Extracting features

Our next step is to extract the features. We will be using the Inception V3 network for this. Because the total number of images is relatively large, I will be using a GPU instance. You can try using a CPU, but it will take a longer to complete.

We will start by instantiating the model in the GPU context:

nnet = mx.load_checkpoint("weights/inception-v3/InceptionV3-FE", 0, mx.FeedForward; context = mx.gpu());

We will continue by creating a variable that will store features for the whole dataset. From the previous sections, you should remember that Inception V3 returns 2048 neurons or attributes per image:

features = zeros(2048, length(images))

Now, we can iterate over images and populate the features array. Because running Inception V3 is a memory-consuming task, we will be doing this in batches. Depending on the available memory, please adjust the batch size. For example, running the process on CPU and 8 GB of RAM might require that you decrease the batch_size_fe to 50 or 100.

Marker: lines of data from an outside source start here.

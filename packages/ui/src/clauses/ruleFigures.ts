import type { Judgement } from '@evenrule/metrology'
import { dayIso, dayNumber } from '../charts/calendar'
import { formatDate, formatNumber, formatShare, type Ends, type Unit } from '../format'
import { shiftDecimal } from '../format/numbers'

/** A judgement made ready for the margin rule and the line of text beside it. */
export interface RuleFigures {
  /** The figure with its unit, for reading; a dash where it is not defined. */
  text: string
  estimate: number | null
  interval: Ends | null
  limits: Ends | null
  unit: Unit
  /** Values are day numbers. */
  calendar: boolean
  /** Writes a value of the scale without its unit. */
  format(value: number, places?: number): string
}

type Loose = { lower?: number | string | null; upper?: number | string | null } | null

/**
 * Figure, interval and limits as numbers on one scale: shares as percentages, days as day numbers.
 * `digits` are the decimal places of figures in the characteristic's unit.
 */
export function ruleFigures(
  judgement: Pick<Judgement, 'figure' | 'interval' | 'limits' | 'quantity'>,
  { unit, digits }: { unit?: Unit; digits?: number } = {},
): RuleFigures {
  const { figure, quantity } = judgement
  const number = (value: number | string | null | undefined): number | null => {
    if (value === null || value === undefined) return null
    const plain = typeof value === 'string' ? dayNumber(value) : value
    if (!Number.isFinite(plain)) return null
    return quantity === 'share' ? shiftDecimal(plain, 2) : plain
  }
  const ends = (pair: Loose): Ends | null => pair && { lower: number(pair.lower), upper: number(pair.upper) }
  const text = {
    value: () => formatNumber(figure as number | null, { unit, digits }),
    share: () => formatShare(figure as number | null, { digits: 1 }),
    count: () => formatNumber(figure as number | null),
    date: () => formatDate(figure as string | null),
    ratio: () => formatNumber(figure as number | null, { digits: 2 }),
  }[quantity]()
  return {
    text,
    estimate: number(figure),
    interval: ends(judgement.interval),
    limits: ends(judgement.limits),
    unit: { value: unit, share: '%', count: undefined, date: undefined, ratio: undefined }[quantity],
    calendar: quantity === 'date',
    format:
      quantity === 'date'
        ? (value) => formatDate(dayIso(value))
        : (value, places) =>
            // There is no half reading: between whole numbers a scale of counts stays blank.
            quantity === 'count' && !Number.isInteger(value)
              ? ''
              : formatNumber(value, {
                  digits: quantity === 'count' ? 0 : (places ?? (quantity === 'value' ? digits : undefined)),
                }),
  }
}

The following process executes the flow:

The for loop creates an iterator with a step of batch_size.
row_count controls the number of rows, as the last run can have less records than batch_size.
mx_data_features is an MXNet array passed to the model.
The second for loop executes multiple steps which are combined in one-liners:
1. Read an image from the disk, resize it to 299 x 299, ensure that the colors are in RGB, and convert it into a three-dimensional representation
2. Change the order of the dimension to move the channel dimension to the end and reshape it to fit the MXNet array
Next, we normalize the dataset as required by the model.
Create the data provider, and predict and populate the features array for the records processed in the batch. This is shown in the following code:

batch_size_fe = 250
for idx = 1:batch_size:length(images)
    
    println(idx)

    row_count = min(length(images) + 1 - idx, batch_size_fe)
    mx_data_features = mx.zeros((299, 299, 3, row_count));

    for idx_ = 1:row_count
        img = channelview(RGB.(imresize(load(images[idx + idx_ - 1][1]), (299, 299))))
        mx_data_features[idx_:idx_] = reshape(Float16.(permuteddimsview(img, (3, 2, 1))), (299, 299, 3, 1));
    end

    mx_data_features *= 256.0;
    mx_data_features -= 128.;
    mx_data_features /= 128.;

    data_provider = mx.ArrayDataProvider(:data => mx_data_features);
    features[:, idx:idx + row_count - 1] = mx.predict(nnet, data_provider)
end

Depending on your setup, this process can take some time. I suggest that you use tmux if you are running it on a remote Linux machine.